Job Description ECS is seeking a
Site Reliability Engineer (SRE) / Operations Engineer to work in our
Arlington, VA office /
remote .
ECS is seeking a Site Reliability Engineer (SRE) / Operations Engineer who is responsible for ensuring the reliability, availability, performance, and operational efficiency of enterprise applications and supporting infrastructure. This role bridges software engineering and IT operations by applying engineering practices, automation, and monitoring to maintain stable systems and rapidly resolve operational issues. The SRE/Ops Engineer works closely with development, security, and platform teams to support system deployments, manage incidents, improve observability, and implement resilient architectures that support continuous delivery and mission-critical operations.
Responsibilities
- Maintain the reliability, availability, and performance of production systems and cloud-based services.
- Monitor system health using observability tools (metrics, logs, and tracing) and respond to alerts and incidents.
- Participate in incident response, troubleshooting, and root cause analysis to restore service and prevent recurrence.
- Implement automation and infrastructure-as-code to improve operational efficiency and reduce manual intervention.

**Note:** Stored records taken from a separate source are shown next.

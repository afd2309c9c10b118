"""fold(state, log) -> state, crossings: the only way a stream's state comes about.

All streams are folded together, in passes. A pass takes from every stream the rows up to its next
*event* (the policy changes, the baseline completes, the evidence crosses its threshold), evaluates
every detector after every row, applies what was taken, handles the events, and goes on.
"""

from __future__ import annotations

import hashlib
from collections.abc import Mapping, Sequence
from dataclasses import dataclass, field
from functools import cache

import numpy as np
import numpy.typing as npt

from service.detection import bank
from service.detection.baseline import law_verdict, own_bounds, own_shares, spent_alpha
from service.detection.paths import affine_path, cusum_path
from service.detection.policy import Policy
from service.digits.significand import FloatArray, IntArray, circle
from service.digits.views import (
    CELLS,
    LEAD_PAIR,
    VIEW_OF_CELL,
    WATCHED,
    WATCHED_VIEWS,
    cells_hit,
)
from service.streams import record
from service.streams.findings import Finding, findings
from service.streams.record import Records
from service.streams.state import (
    BY_LAW,
    BY_OWN,
    HOUR_BLOCK,
    REFUTED_BY_BANK,
    REFUTED_BY_CELL,
    REFUTED_BY_CIRCLE,
    RUN_BLOCK,
    UNDECIDED,
    Buckets,
    Folded,
    States,
)

BUCKET_MS = 6 * 3600 * 1000
BUCKETS = 28
WINDOW_MS = BUCKETS * BUCKET_MS
"""The rolling window: 7 days of event time in 28 buckets."""

PASS_ROWS = 256
"""Most rows of one stream in one pass, so that a crossing costs little work done twice."""

RUN_BLOCKS = 32
"""A baseline has at most so many blocks of consecutive rows; they pair up as it grows."""
FIRST_BLOCK_LEVEL = 5
HOUR_BLOCK_MS = 3 * 3600 * 1000

_DAY_MS = 86_400_000
_EPS = bank.EPSILONS[:, None]
_KEEP = bank.RETAINED[:, None]
_SHARE = bank.EPSILON_SHARES[:, None]


@dataclass(frozen=True)
class Crossing:
    """The evidence of a stream reached its threshold.

    Attributes
    ----------
    slot : int
    alarm : bytes
        Id of the alarm that this crossing raised or that absorbed it.
    ordinal : int
        0 for the crossing that raised the alarm, then 1, 2, ... .
    record : int
        Row number of the record in the log.
    rows : int
        The stream's rows with an amount, this one included.
    arrived, at : int
        Times of the row, ms since 1970 UTC.
    historic : bool
    evidence : float
        log10 of the weighted sum of the detectors.
    threshold : float
        Transactions per false alarm.
    severity : float
        Log-likelihood gathered since onset, over all crossings of the alarm.
    findings : list of Finding
        Strongest first.
    """

    slot: int
    alarm: bytes
    ordinal: int
    record: int
    rows: int
    arrived: int
    at: int
    historic: bool
    evidence: float
    threshold: float
    severity: float
    findings: list[Finding] = field(default_factory=list)


@dataclass
class _Rules:
    """Per stream, what the policy in force means for the detectors; refreshed between passes."""

    tolerance: FloatArray  # (n, 3), by view
    threshold: FloatArray  # (n,)
    watching: npt.NDArray[np.bool_]  # (n,) flows that may raise alarms
    active: FloatArray  # (n, 3), 1 for a view that counts
    shapes: FloatArray  # (n, 14), weights of the shape detectors
    size: IntArray  # (n,) rows and span of a complete baseline
    span: IntArray

    @classmethod
    def empty(cls, n: int) -> _Rules:
        return cls(
            np.zeros((n, 3)),
            np.full(n, np.inf),
            np.zeros(n, bool),
            np.zeros((n, 3)),
            np.zeros((n, bank.SHAPES)),
            np.zeros(n, np.int64),
            np.zeros(n, np.int64),
        )


@dataclass
class _Rows:
    """The rows of a log tail as columns, sorted by slot and, within it, in log order."""

    slot: IntArray
    number: IntArray  # row number of the record
    policy: IntArray
    amount: IntArray
    at: IntArray
    arrived: IntArray
    historic: npt.NDArray[np.bool_]
    cell: IntArray  # (3, n) by view, -1 where not seen
    wave: FloatArray  # (6, n) circle sums, see STATE
    raw: Records

    def take(self, rows: IntArray) -> _Rows:
        return _Rows(
            self.slot[rows],
            self.number[rows],
            self.policy[rows],
            self.amount[rows],
            self.at[rows],
            self.arrived[rows],
            self.historic[rows],
            self.cell[:, rows],
            self.wave[:, rows],
            self.raw[rows],
        )


@dataclass
class _Path:
    """Every detector after every row of a pass."""

    total: FloatArray  # (n,) weighted sum of what counts
    sums: FloatArray  # (9, n)
    shape: FloatArray  # (14, n)
    shape_cusum: FloatArray  # (14, n)
    shape_rest: IntArray  # (14, n) index of the last row at which the CUSUM was zero, or -1
    hit_row: IntArray  # (h,) index of the row of each hit, hits sorted by (slot, cell, row)
    hit_key: IntArray  # (h,) slot * 199 + cell
    value: FloatArray  # (3, h) right after the hit
    clock: IntArray  # (h,) the view's clock at the hit
    cusum: FloatArray  # (h,)
    run_start: IntArray  # (h,) index of the hit that began the run
    run_carried: npt.NDArray[np.bool_]  # (h,) the run began before this pass


def fold(
    folded: Folded,
    records: Records,
    slot: IntArray,
    policies: Mapping[int, Policy],
    flows: Sequence[str],
    names: Sequence[bytes],
) -> list[Crossing]:
    """Fold log records into the states, in place, and return the crossings in order.

    Parameters
    ----------
    folded : Folded
        States of n streams; ``state["records"]`` records were folded before.
    records : array (m,) of ``RECORD``
        The logs' records not yet folded, each stream's in log order.
    slot : int64 array (m,)
        Stream of each record, ascending.
    policies : mapping
        Every policy version that the records name.
    flows : sequence of str, length n
        Flow of each stream.
    names : sequence of bytes, length n
        A name of each stream that no other stream of any tenant bears; enters alarm ids.

    Raises
    ------
    KeyError
        If a policy version is missing.
    """
    if not len(records):
        return []
    state = folded.state
    rows = _columns(state, records, slot)
    _tally_all(folded, rows)
    rows = rows.take(np.flatnonzero(rows.amount > 0))
    rules = _Rules.empty(len(state))
    fresh = np.unique(rows.slot)
    _adopt(state, fresh, state["policy"][fresh], rules, policies, flows)
    start = np.searchsorted(rows.slot, np.arange(len(state)))
    end = np.searchsorted(rows.slot, np.arange(len(state)), side="right")
    crossings: list[Crossing] = []
    while True:
        left = np.flatnonzero(start < end)
        if not left.size:
            break
        first_policy = rows.policy[start[left]]
        changed = state["policy"][left] != first_policy
        if changed.any():
            _adopt(state, left[changed], first_policy[changed], rules, policies, flows)
        taken = _take(rows, left, start, end)
        part = rows.take(taken)
        part, complete = _until_complete(state, rules, part)
        path = _evaluate(state, rules, part)
        crossed, consumed = _until_crossed(rules, part, path)
        _apply(folded, rules, part, path, consumed)
        start += np.bincount(part.slot[consumed], minlength=len(state))
        for i in crossed.tolist():
            crossing = _cross(state, rules, part, path, i, names)
            if crossing is not None:
                crossings.append(crossing)
        done = complete[np.isin(complete, np.flatnonzero(consumed))]
        for i in done.tolist():
            s = int(part.slot[i])
            version = int(state["policy"][s])
            _decide(folded, s, policies[version], int(part.at[i]))
            _refresh(state, np.array([s]), rules, policies[version], flows)
    crossings.sort(key=lambda c: (c.slot, c.record))
    return crossings


def _columns(state: States, records: Records, slot: IntArray) -> _Rows:
    """Read the records into columns; row numbers go on from what was folded before."""
    first = np.searchsorted(slot, slot)
    amount = records["amount"].astype(np.int64)
    turn = 2 * np.pi * circle(np.maximum(amount, 1))
    log = np.log10(np.maximum(amount, 1).astype(np.float64))
    return _Rows(
        slot=slot,
        number=state["records"][slot] + np.arange(len(slot)) - first,
        policy=records["policy"].astype(np.int64),
        amount=amount,
        at=record.at(records),
        arrived=record.arrived(records),
        historic=(records["flags"] & record.HISTORIC) > 0,
        cell=np.stack(cells_hit(amount)),
        wave=np.stack(
            [np.cos(turn), np.sin(turn), np.cos(2 * turn), np.sin(2 * turn), log, log * log]
        ),
        raw=records,
    )


def _tally_all(folded: Folded, rows: _Rows) -> None:
    """Count what no detector needs: records, zero, late, times and the window's buckets."""
    state = folded.state
    n = len(state)
    touched = np.unique(rows.slot)
    state["records"] += np.bincount(rows.slot, minlength=n)
    seen = rows.amount > 0
    state["zero"] += np.bincount(rows.slot[~seen], minlength=n)
    late = seen & (rows.at < rows.arrived - WINDOW_MS)
    state["late"] += np.bincount(rows.slot[late], minlength=n)
    starts = np.searchsorted(rows.slot, touched)
    new = state["first_at"][touched] == 0
    low = np.minimum.reduceat(rows.at, starts)
    high = np.maximum.reduceat(rows.at, starts)
    state["first_at"][touched] = np.where(new, low, np.minimum(low, state["first_at"][touched]))
    state["last_at"][touched] = np.maximum(high, state["last_at"][touched])
    state["last_arrived"][touched] = np.maximum(
        np.maximum.reduceat(rows.arrived, starts), state["last_arrived"][touched]
    )
    counted = np.flatnonzero(seen & ~late)
    folded.buckets = _counted(
        folded.buckets, rows.slot[counted], rows.at[counted] // BUCKET_MS, rows.cell[:, counted]
    )
    bucket = folded.buckets.bucket
    newest = state["last_arrived"][folded.buckets.slot] // BUCKET_MS
    folded.buckets = folded.buckets.where((bucket >= RUN_BLOCK) | (bucket >= newest - BUCKETS))


def _counted(buckets: Buckets, slot: IntArray, bucket: IntArray, cell: IntArray) -> Buckets:
    """Add rows to buckets: one count per cell hit."""
    view, row = np.nonzero(cell >= 0)
    ones = np.ones(len(row), np.int64)
    return buckets.plus(slot[row], bucket[row], cell[view, row], ones)


def _adopt(
    state: States,
    slots: IntArray,
    versions: IntArray,
    rules: _Rules,
    policies: Mapping[int, Policy],
    flows: Sequence[str],
) -> None:
    """Put policy versions into force for some streams (version 0: none yet)."""
    for version in np.unique(versions[versions > 0]).tolist():
        mine = slots[versions == version]
        changed = mine[np.not_equal(state["policy"][mine], version)]
        if changed.size:
            state["policy"][changed] = version
            _choose_references(state, changed, policies[version])
        _refresh(state, mine, rules, policies[version], flows)


def _choose_references(state: States, slots: IntArray, policy: Policy) -> None:
    """Set what the views are compared with, and the shape detectors that follow from it."""
    learned = np.any(state["bound"][slots], axis=1)[:, None]
    own = (policy.reference == "own") | (state["refuted"][slots] > 0)
    state["reference"][slots] = (
        BY_LAW
        if policy.reference == "law"
        else np.where(learned, np.where(own, BY_OWN, BY_LAW), UNDECIDED)
    )
    tolerance = policy.tolerances()[1]
    state["shape_scale"][slots], state["shape_norm"][slots] = _law_shapes(tolerance)
    for s in slots[state["reference"][slots, 1] == BY_OWN].tolist():
        shares = own_shares(state["base"][s])[LEAD_PAIR]
        bounds = state["bound"][s, LEAD_PAIR].astype(np.float64)
        state["shape_scale"][s], state["shape_norm"][s] = _shapes(shares, bounds, tolerance)


def _shapes(
    shares: FloatArray, bounds: FloatArray, tolerance: float
) -> tuple[FloatArray, FloatArray]:
    """Return scale and norm of the shape detectors; an infinite scale drops a detector."""
    bounds = np.minimum(bounds * (1 + tolerance), 1)
    q, norm = bank.alternatives(shares)
    inside = np.all(q <= bounds, axis=-1)
    return np.where(inside, np.inf, bank.projection(q, bounds)), norm


@cache
def _law_shapes(tolerance: float) -> tuple[FloatArray, FloatArray]:
    return _shapes(bank.LAW[LEAD_PAIR], bank.LAW[LEAD_PAIR], tolerance)


def _refresh(
    state: States, slots: IntArray, rules: _Rules, policy: Policy, flows: Sequence[str]
) -> None:
    """Recompute the rules of streams under one policy."""
    learning = np.any(state["reference"][slots] == UNDECIDED, axis=1)
    silenced = learning[:, None] & ((state["refuted"][slots] & REFUTED_BY_BANK) > 0)
    named = np.array([view in policy.views for view in WATCHED_VIEWS])
    rules.tolerance[slots] = policy.tolerances()
    rules.threshold[slots] = policy.transactions_per_false_alarm
    rules.watching[slots] = [policy.watches(flows[s]) for s in slots.tolist()]
    rules.active[slots] = named & ~silenced
    rules.shapes[slots] = np.where(
        np.isfinite(state["shape_scale"][slots]) & (named & ~silenced)[:, 1:2],
        bank.SHAPE_WEIGHTS,
        0,
    )
    rules.size[slots] = policy.baseline_size
    rules.span[slots] = int(policy.baseline_days * _DAY_MS)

- Support deployment pipelines and release management processes to enable reliable and repeatable software delivery.
- Collaborate with development teams to improve application resiliency, scalability, and operational readiness.
- Develop and maintain operational runbooks, standard operating procedures, and system documentation.
- Manage system capacity planning, performance tuning, and scaling strategies.
- Ensure systems comply with security, compliance, and organizational operational standards.
- Contribute to continuous improvement initiatives by identifying opportunities to reduce operational risk and technical debt.
Salary Range: $145,000 - $180,000
General Description of Benefits
Required Skills - U.S. Citizenship
- Ability to obtain at minimum a Public Trust suitability designation.
- Bachelor's degree in Computer Science , Engineering, Information Technology, Information Systems, or a related field
- Minimum of seven (7) years of related experience
Desired Skills - Experience supporting production systems in cloud or hybrid environments (e.g., AWS).
- Proficiency with monitoring and observability tools (e.g., Splunk, Dynatrace, AWS Red Hat Console ).
- Experience with infrastructure automation and configuration management tools (e.g., Red Hat Satellite Server, Red Hat Open Shift 4 ).
- Familiarity with CI/CD pipelines and DevOps practices using tools such as GitLab.
- Strong troubleshooting skills across application , infrastructure , and networking layers.
- Experience with containerization and orchestration technologies (e.g., Kubernetes).
- Knowledge of Linux/Unix system administration and scripting (e.g., Python, Bash, or similar).
- Understanding of reliability engineering principles such as service level objectives (SLOs), error budgets, and incident management.
- Ability to work collaboratively in cross-functional teams supporting Agile or DevSecOps environments.
- Strong written and verbal communication skills to document processes and coordinate during operational events.
#ECS1
ECS is an equal opportunity employer and does not discriminate or allow discrimination on the basis any characteristic protected by law. All qualified applicants will receive consideration for employment without regard to disability, status as a protected veteran or any other status protected by applicable federal, state, or local jurisdiction law.
ECS is a leading mid-sized provider of technology services to the United States Federal Government. We are focused on people, values and purpose. Every day, our 3200+ employees focus on providing their technical talent to support the Federal Agencies and Departments of the US Government to serve, protect and defend the American People.